- Task to complete: Once you reach the line containing "async function submit(e: FormEvent)" in the entries below, write out that line and each one after it down to the line containing "if (e.key !== 'Tab'", exactly and with nothing added.

(Saved data entries)

::::

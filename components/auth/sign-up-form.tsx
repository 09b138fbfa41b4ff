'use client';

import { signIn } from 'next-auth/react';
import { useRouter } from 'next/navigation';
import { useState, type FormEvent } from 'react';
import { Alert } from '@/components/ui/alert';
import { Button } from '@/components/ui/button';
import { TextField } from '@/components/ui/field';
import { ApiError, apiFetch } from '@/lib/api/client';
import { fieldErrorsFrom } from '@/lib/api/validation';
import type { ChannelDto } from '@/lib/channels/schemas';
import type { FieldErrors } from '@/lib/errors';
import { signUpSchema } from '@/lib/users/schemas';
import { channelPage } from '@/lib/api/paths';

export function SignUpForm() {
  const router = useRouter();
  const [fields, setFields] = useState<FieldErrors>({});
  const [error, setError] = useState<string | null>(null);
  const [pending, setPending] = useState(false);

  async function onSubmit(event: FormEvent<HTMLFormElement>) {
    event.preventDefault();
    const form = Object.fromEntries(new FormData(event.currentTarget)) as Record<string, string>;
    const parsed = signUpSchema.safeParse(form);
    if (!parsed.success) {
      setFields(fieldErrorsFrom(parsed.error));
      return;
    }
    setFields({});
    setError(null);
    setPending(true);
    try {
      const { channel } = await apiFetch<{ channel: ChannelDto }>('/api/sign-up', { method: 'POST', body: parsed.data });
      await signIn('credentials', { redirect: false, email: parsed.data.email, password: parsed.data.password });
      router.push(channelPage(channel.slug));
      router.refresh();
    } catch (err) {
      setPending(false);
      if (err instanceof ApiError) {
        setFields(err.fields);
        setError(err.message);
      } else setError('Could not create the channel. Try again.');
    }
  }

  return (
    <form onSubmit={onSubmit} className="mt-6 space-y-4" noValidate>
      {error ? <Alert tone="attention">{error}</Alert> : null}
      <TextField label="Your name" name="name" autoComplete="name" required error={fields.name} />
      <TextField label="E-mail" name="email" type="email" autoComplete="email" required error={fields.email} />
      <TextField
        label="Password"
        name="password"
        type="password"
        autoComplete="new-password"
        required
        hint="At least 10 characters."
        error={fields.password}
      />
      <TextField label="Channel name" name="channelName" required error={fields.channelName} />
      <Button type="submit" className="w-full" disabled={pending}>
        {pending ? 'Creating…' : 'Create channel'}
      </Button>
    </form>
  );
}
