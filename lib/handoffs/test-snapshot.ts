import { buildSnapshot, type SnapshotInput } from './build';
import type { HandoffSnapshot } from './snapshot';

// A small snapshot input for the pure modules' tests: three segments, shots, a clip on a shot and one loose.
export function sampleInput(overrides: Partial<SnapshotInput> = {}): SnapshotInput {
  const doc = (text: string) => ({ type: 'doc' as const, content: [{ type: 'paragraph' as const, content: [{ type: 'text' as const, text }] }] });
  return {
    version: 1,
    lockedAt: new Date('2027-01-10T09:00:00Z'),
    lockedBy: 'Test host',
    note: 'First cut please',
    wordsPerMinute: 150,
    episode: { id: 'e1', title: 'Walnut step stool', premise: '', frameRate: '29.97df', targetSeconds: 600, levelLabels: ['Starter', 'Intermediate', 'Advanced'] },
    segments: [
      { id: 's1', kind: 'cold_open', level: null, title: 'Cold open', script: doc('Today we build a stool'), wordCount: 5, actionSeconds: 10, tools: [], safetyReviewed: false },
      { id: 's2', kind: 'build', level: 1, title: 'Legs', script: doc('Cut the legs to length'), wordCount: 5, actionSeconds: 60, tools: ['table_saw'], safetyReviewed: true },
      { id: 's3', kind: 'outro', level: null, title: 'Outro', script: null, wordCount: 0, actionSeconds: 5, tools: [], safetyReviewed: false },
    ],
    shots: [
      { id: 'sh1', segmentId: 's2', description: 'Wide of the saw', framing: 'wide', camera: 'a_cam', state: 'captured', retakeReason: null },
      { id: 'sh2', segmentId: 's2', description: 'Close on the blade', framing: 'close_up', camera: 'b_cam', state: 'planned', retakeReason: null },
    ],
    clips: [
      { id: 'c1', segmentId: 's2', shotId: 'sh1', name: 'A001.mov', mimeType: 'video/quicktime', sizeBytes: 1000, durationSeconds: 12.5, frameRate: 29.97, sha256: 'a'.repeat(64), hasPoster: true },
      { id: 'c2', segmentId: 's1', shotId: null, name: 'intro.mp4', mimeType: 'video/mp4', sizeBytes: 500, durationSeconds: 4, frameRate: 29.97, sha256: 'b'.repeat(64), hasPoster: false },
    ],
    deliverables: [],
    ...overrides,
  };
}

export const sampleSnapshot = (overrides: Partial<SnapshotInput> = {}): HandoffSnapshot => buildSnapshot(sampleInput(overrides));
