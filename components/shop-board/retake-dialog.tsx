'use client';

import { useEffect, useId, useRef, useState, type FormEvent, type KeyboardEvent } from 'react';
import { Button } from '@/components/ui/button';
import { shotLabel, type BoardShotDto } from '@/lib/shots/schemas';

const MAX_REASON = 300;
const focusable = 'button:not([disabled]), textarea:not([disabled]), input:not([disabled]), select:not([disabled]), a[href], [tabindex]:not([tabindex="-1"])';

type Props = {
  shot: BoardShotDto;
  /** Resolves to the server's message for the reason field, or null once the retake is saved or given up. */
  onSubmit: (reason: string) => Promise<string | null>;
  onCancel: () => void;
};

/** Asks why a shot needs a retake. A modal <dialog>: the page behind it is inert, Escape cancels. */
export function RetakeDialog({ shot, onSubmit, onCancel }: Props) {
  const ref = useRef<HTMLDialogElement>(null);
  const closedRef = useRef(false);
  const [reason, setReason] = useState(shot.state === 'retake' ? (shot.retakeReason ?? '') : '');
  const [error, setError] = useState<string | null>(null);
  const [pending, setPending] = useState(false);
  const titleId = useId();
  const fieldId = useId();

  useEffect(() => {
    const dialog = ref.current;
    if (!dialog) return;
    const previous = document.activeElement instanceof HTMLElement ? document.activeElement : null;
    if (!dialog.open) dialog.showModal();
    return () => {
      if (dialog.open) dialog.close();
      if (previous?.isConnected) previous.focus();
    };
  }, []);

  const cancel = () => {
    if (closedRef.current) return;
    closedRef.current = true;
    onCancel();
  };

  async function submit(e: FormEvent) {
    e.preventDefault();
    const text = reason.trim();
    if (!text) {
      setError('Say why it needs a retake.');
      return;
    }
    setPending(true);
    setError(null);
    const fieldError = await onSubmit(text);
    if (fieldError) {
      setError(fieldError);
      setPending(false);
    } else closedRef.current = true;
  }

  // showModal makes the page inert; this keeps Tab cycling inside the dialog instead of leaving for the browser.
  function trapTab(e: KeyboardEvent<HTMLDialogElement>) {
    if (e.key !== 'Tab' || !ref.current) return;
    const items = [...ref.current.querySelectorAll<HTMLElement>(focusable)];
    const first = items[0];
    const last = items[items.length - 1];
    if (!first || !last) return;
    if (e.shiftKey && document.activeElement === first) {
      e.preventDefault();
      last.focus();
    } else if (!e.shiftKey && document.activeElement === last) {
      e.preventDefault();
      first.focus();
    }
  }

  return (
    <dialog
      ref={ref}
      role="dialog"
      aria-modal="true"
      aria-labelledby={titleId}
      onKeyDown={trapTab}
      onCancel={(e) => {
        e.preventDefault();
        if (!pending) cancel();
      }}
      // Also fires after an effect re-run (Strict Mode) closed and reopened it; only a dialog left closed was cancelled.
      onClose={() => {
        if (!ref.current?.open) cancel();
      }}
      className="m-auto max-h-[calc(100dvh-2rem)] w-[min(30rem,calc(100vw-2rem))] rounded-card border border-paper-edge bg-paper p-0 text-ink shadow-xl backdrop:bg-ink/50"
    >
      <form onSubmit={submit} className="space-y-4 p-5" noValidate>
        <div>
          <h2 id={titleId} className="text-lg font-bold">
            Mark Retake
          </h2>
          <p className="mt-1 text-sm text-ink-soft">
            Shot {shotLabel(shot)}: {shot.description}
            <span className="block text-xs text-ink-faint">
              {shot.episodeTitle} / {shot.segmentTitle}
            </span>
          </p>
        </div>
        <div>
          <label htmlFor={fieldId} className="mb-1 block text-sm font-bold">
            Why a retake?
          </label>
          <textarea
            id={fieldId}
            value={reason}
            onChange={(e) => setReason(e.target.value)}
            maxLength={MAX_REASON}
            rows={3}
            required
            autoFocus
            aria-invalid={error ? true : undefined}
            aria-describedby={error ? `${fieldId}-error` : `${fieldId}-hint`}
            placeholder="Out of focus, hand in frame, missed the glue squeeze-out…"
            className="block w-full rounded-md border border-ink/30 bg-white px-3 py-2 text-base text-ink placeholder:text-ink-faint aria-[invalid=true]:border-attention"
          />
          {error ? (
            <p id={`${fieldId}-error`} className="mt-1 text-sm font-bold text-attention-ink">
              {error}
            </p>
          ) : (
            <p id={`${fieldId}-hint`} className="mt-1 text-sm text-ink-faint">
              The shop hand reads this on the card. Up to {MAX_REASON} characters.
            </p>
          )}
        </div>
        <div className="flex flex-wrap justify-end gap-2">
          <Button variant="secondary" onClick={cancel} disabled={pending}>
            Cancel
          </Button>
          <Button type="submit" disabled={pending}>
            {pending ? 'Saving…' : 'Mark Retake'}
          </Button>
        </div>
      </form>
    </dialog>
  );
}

::::

- The answer:
  async function submit(e: FormEvent) {
    e.preventDefault();
    const text = reason.trim();
    if (!text) {
      setError('Say why it needs a retake.');
      return;
    }
    setPending(true);
    setError(null);
    const fieldError = await onSubmit(text);
    if (fieldError) {
      setError(fieldError);
      setPending(false);
    } else closedRef.current = true;
  }

  // showModal makes the page inert; this keeps Tab cycling inside the dialog instead of leaving for the browser.
  function trapTab(e: KeyboardEvent<HTMLDialogElement>) {
    if (e.key !== 'Tab' || !ref.current) return;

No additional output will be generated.